Amore mio Юля Котова | страница 51
— Серьезно? — поморщилась я, лишившись последней надежды на возвращение аппетита.
Нет, надо было всё-таки вмазать!
— Да, итальянцы очень… любвеобильная нация, — ответил Кеннеди, задержав на мне пристальный взгляд. Его губы растянулись в улыбке, которая казалась несколько плотоядной.
Что заставило меня начать размышлять на тему того, какого ему от меня надо…
Решил подкормить? Облагородить? Неужели я так жалко выгляжу?
Затем наш разговор перетек в более привычное русло. Кеннеди рассказывал о своей жизни в Чикаго и годе, проведенном здесь, в Болонье, и много расспрашивал о России. К примеру, о Янтарной комнате. Видимо, сказывался его профессиональный интерес. Но все, что мне было известно о бесследно пропавшем кабинете русских царей, так это то, что он бесследно пропал. И Кеннеди вернулся к тому, с чего и началось наше знакомство — его рассказам о самых редких и уникальных предметах, с которыми он сталкивался.
— Ну, ладно… Скажи, какой лот был самым… нелепым? — спросила я, отправляя в рот очередной итальянский пельмешек. И стоило отметить, на вкус это было довольно неплохо. Если не думать о цене.

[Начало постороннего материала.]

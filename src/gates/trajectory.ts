/**
 * trajectory: is an MD trajectory the run that was asked for? Frames and time span against the steps, the
 * write interval and the time step; the mean temperature against the thermostat's; the mean pressure against
 * the barostat's. Pure: frames in, figures and verdict out.
 *
 * Length (the rule the docs state, docs/tasks.md):
 * - a run of S steps writing every W steps writes the frames of steps 0, W, 2W ... floor(S/W) W: expected frames
 *   floor(S/W) + 1. A program that does not write step 0 is accepted with floor(S/W) frames (at least 1).
 * - the first frame is the step-0 frame when its `step` info is 0, or (without step) its `time` info is within half
 *   a write interval of 0; with neither, only the frame count is checked.
 * - time reached = last frame's time - first frame's time (+ W x dt when the first frame is not step 0); time from
 *   info `time` (fs), else info `step` x time step. Expected: floor(S/W) x W x dt.
 * - short (fail): fewer frames than the minimum above, or the time reached falls more than half a write interval
 *   short. Unless the raw trajectory holds the first contact violation or non-finite frame (`cutAt`): a run that
 *   stopped at/after the point where ratchet cuts it anyway is not short.
 * - long (warn): more than expected + 1 frames, or time reached beyond S x dt by more than half a write interval.
 *
 * Temperature (when asked): per-frame kinetic temperature from the velocities by equipartition, with the degrees of
 * freedom of the drift gate (its defaultDof), or info `temperature` without velocities. The first 20 % of
 * the frames (before any cut) are discarded as equilibration. Standard error of the mean: sample standard deviation
 * over sqrt(n), times sqrt((1 + r)/(1 - r)) with r the lag-1 autocorrelation clipped to [0, 0.9] (the statistical
 * inefficiency of a first-order autoregressive series: common practice for correlated MD frames). With fewer than
 * 3 frames the canonical fluctuation stands in: the instantaneous kinetic temperature of a canonical ensemble
 * fluctuates by T sqrt(2/dof) (relative sqrt(2/(3N)) for 3N degrees of freedom; D. Frenkel & B. Smit,
 * "Understanding Molecular Simulation", 2nd ed. 2002, sec. 4.1, from memory). Bands: warn when |mean - T| is above
 * max(5 % of T, 3 standard errors), fail above max(20 % of T, 5 standard errors). Because the standard error comes
 * from the run's own scatter, a small cell's large but honest fluctuations widen the band; a run held at the wrong
 * temperature (a thermostat set wrong, velocities drawn cold) has a small scatter about the wrong mean and is named.
 * 5 % and 20 % are this tool's choice: within 5 % the explored state is the one asked for; beyond 20 % the run
 * explored another state (e.g. 320 K for 400 K) and what its committee says does not describe the condition.
 *
 * Pressure (when asked, bar): per frame -trace(stress)/3 from info `stress` (src/atoms/stress.ts: eV/Å^3, the
 * potential part) plus the kinetic part 2K/(3V) from the velocities (= N k_B T / V), else N k_B T / V with the
 * info `temperature` or the asked temperature. Same equilibration and standard error as the temperature. Bands:
 * warn above max(1000 bar, 10 % of |P|, 3 standard errors), fail above max(5000 bar, 25 % of |P|, 6 standard
 * errors). The instantaneous pressure of a cell of a few hundred atoms swings by kbar from frame to frame, and
 * machine-learned potentials' stresses are commonly off by 0.1 GPa (1000 bar) or more (common practice): the
 * floors keep such cells and models from being failed for noise, the standard-error terms for short runs.
 */
import type { Frame } from '../atoms/frame.js';
import { evPerA3ToBar, frameVolume, kineticPressure, pressureFromStress, stressVoigt } from '../atoms/stress.js';
import { KB_EV_PER_K, temperatureFromKinetic } from '../atoms/units.js';
import { defaultDof, driftFrame } from './drift.js';
import { defaultWorkers, frameLabel, mapFiles } from './frames.js';
import { GateInputError, type FileSpan, type GateResult } from './types.js';
import { Judgement, fmt } from './verdict.js';

export const TRAJECTORY_DEFAULTS = {
  /** Fraction of the frames (before any cut) discarded as equilibration before the means. */
  equilibrationFraction: 0.2,
  /** Relative temperature bands and their standard-error multiples. */
  temperatureWarn: 0.05,
  temperatureFail: 0.2,
  temperatureWarnSe: 3,
  temperatureFailSe: 5,
  /** Pressure bands: bar floors, relative to |P|, standard-error multiples. */
  pressureWarnBar: 1000,
  pressureFailBar: 5000,
  pressureWarnRel: 0.1,
  pressureFailRel: 0.25,
  pressureWarnSe: 3,
  pressureFailSe: 6,
  /** Lag-1 autocorrelation is clipped to this for the statistical inefficiency. */
  maxCorrelation: 0.9,
  /** With fewer judged frames than this the canonical fluctuation stands in for the scatter. */
  minScatterFrames: 3,
} as const;

/** Where each frame's numbers are (extended XYZ keys). */
export interface TrajectoryFrameOptions {
  velocitiesKey?: string;
  massesKey?: string;
  timeKey?: string;
  stepKey?: string;
  temperatureKey?: string;
  stressKey?: string;
}

/** What was asked of the run. */
export interface TrajectoryAsk {
  /** MD steps asked. */
  steps: number;
  /** A frame every this many steps. */
  writeEvery: number;
  /** Time step, fs. */
  timestep: number;
  /** Thermostat temperature, K (checked when given). */
  temperature?: number;
  /** Barostat pressure, bar (checked when given). */
  pressure?: number;
  /** First frame ratchet cuts the run at (contact violation or non-finite), or null. */
  cutAt?: number | null;
  /** Who the run is, for the reasons ("condition c300"). */
  what?: string;
}

export interface TrajectoryOptions extends TrajectoryFrameOptions, TrajectoryAsk {
  /** Degrees of freedom for the temperature (default: the drift gate's defaultDof). */
  dof?: number;
  equilibrationFraction?: number;
  workers?: number;
}

/** What one frame contributes (small and clonable). */
export interface TrajectorySample {
  atoms: number;
  periodic: boolean;
  time: number | null;
  step: number | null;
  /** Kinetic energy in eV from the velocities, null without. */
  kinetic: number | null;
  /** Info temperature, K. */
  temperature: number | null;
  /** Potential part of the pressure, eV/Å^3, from the stress; null without a stress. */
  stressPressure: number | null;
  volume: number | null;
  /** Non-finite positions or velocities: the run blew up here. */
  bad: string | null;
  /** Why the frame's numbers cannot be read (bad stress shape, unknown element...). */
  problem: string | null;
}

— Эмм… вставная челюсть Уинстона Черчилля, хотя… нет! Одна леди как-то отдала на eBay больше тысячи долларов за кукурузную хлопину в форме штата Иллинойс. Люди купят что угодно, главное — дать им понять, что оно того стоит.
— То есть ты считаешь, что все в мире можно спустить с молотка? — поинтересовалась я.
— Абсолютно, — уверенным тоном заявил Кеннеди. — У всего есть своя цена, и покупатель найдется.
— Ладно. Ммм… мои ботинки, — я указала под стол пальцем. — За сколько их можно продать?
— Чтобы назвать цену, я должен узнать тебя чуть ближе, — закусив губу, он улыбнулся краешком рта, внимательно меня разглядывая.
— И… зачем?
— Чтобы у лота была своя уникальная история. Кто купит скрипку Страдивари, если продавец умолчит об этом?
— Тот… кому нужна скрипка? — предположила я.
— Любопытная мысль, — прокомментировал парень мои слова.
— На мой взгляд, рациональная.
— Знаешь, Джулия, когда я смотрю на редкую старинную вещь, последнее, о чем я думаю, так это о том, чтобы обладать ею. Больший интерес для меня представляет то, что этой вещью не смогут обладать другие. Никто. Понимаешь? Это удивительное чувство.
М-да, да тут дуркой попахивает.
Я в очередной раз потянулась за бокалом и залпом осушила его.
— Ладно, — кивнула в ответ, — я еще могу допустить подобную мысль в отношении предметов искусства. Есть в этом что-то… своеобразное проявление власти над временем… но вставная челюсть Черчилля? Это… странно. Извини, — я пожала плечами, касаясь губ салфеткой. — Да мои ботинки в сто раз лучше! Кроме того, это просто кощунство сорить деньгами, когда в мире столько нуждающихся!